RECORDS TO USE
-=-=-

def write_outputs(audit, beside: Callable[[], Any] | None = None) -> dict[str, Path]:
    """Write report.html, report.pdf (unless ``options.pdf`` is false) and results.xlsx.

    With more than one job, a process pool serves the report (step batches, charts, detail sections); where
    the platform forks, its workers also write ``beside`` and results.xlsx, each as one task: ``beside``
    queued right after the step batches, the workbook once the report model is built. This process builds
    and renders the page meanwhile and does none of their work (no thread of it competes with the page for
    the interpreter). Otherwise ``beside`` runs first and results.xlsx after the page. The files are the
    same either way.

    Parameters
    ----------
    audit : Audit
        A finished run.
    beside : callable, optional
        Writes other files of the run (the caller's results.csv and results.json); called once with no
        argument (with a pool, in a worker, which inherited it at fork time). An exception it raises is
        raised here, once the page is written.

    Returns
    -------
    dict
        File name -> path written, in ``audit.options.out_dir``.
    """
    global _SHARED
    out = Path(audit.options.out_dir)
    out.mkdir(parents=True, exist_ok=True)
    t0 = time.perf_counter()
    limit = getattr(audit.options, "plot_limit", PLOT_LIMIT)
    jobs = audit.options.jobs
    pooled = jobs is not None and jobs > 1
    beside_pool = pooled and _FORK is not None   # the workers inherit the run: they write the files
    if beside is not None and not beside_pool:
        beside()
        t0 = time.perf_counter()
    written: dict[str, Path] = {}
    xlsx_path = out / "results.xlsx"
    with _cycle_collector_held():
        _ready_for_workers()   # compiled and imported before the pool's workers are forked
        _SHARED = (audit, beside)   # inherited by the forked workers (:func:`_tables_task`, :func:`_book_task`)
        try:
            with _pool(jobs) as ex:
                pool_map = _map_of(ex)
                tables: list = []

                def queue_tables() -> None:
                    if beside_pool and beside is not None and not tables:
                        tables.append(ex.submit(_tables_task))

                def mapper(fn: Callable, *items: Any) -> Any:
                    pending = pool_map(fn, *items)
                    queue_tables()   # after the step batches, the first tasks
                    return pending

                try:
                    report = build_report(audit, plot_limit=limit, mapper=mapper)
                finally:
                    queue_tables()   # also when no step batch was started, or the build failed
                book = ex.submit(_book_task, _book_part(report), xlsx_path) if beside_pool else None
                rendered = draw(report, mapper=mapper)
                written["report.html"] = write_html(out / "report.html", report, rendered,
                                                    paper=audit.options.paper, mapper=mapper)
                audit.timings["report.html"] = time.perf_counter() - t0
                t0 = time.perf_counter()
                for done in tables:
                    done.result()
                if book is not None:
                    written["results.xlsx"] = book.result()
                    audit.timings["results.xlsx"] = time.perf_counter() - t0   # the wait after the page
        finally:
            _SHARED = None
    if audit.options.pdf:
        t0 = time.perf_counter()
        pdf_html = render_html(report, rendered, paper=audit.options.paper, for_print=True)
        written["report.pdf"] = write_pdf(pdf_html, out / "report.pdf", out)
        audit.timings["report.pdf"] = time.perf_counter() - t0
    if "results.xlsx" not in written:
        from .xlsx_out import write_results_xlsx   # here: with the pool's workers, this process never needs it

        t0 = time.perf_counter()
        written["results.xlsx"] = write_results_xlsx(audit, report, xlsx_path)
        audit.timings["results.xlsx"] = time.perf_counter() - t0
    else:
        written["results.xlsx"] = written.pop("results.xlsx")   # listed last, as written before
    return written


_SHARED: tuple | None = None
"""(audit, beside) of the running :func:`write_outputs`, for the pool's workers (they inherit it at fork time)."""


def _tables_task() -> None:
    """A worker's task: the caller's ``beside`` (results.csv and results.json) of the run shared at fork time."""
    _SHARED[1]()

-=-=-

TRY IT
Copy exactly the lines from the top of the entries through the line with "queued right after" in it, please, keeping both ends and adding nothing.

COMPLETED TASK
def write_outputs(audit, beside: Callable[[], Any] | None = None) -> dict[str, Path]:
    """Write report.html, report.pdf (unless ``options.pdf`` is false) and results.xlsx.

    With more than one job, a process pool serves the report (step batches, charts, detail sections); where
    the platform forks, its workers also write ``beside`` and results.xlsx, each as one task: ``beside``
    queued right after the step batches, the workbook once the report model is built. This process builds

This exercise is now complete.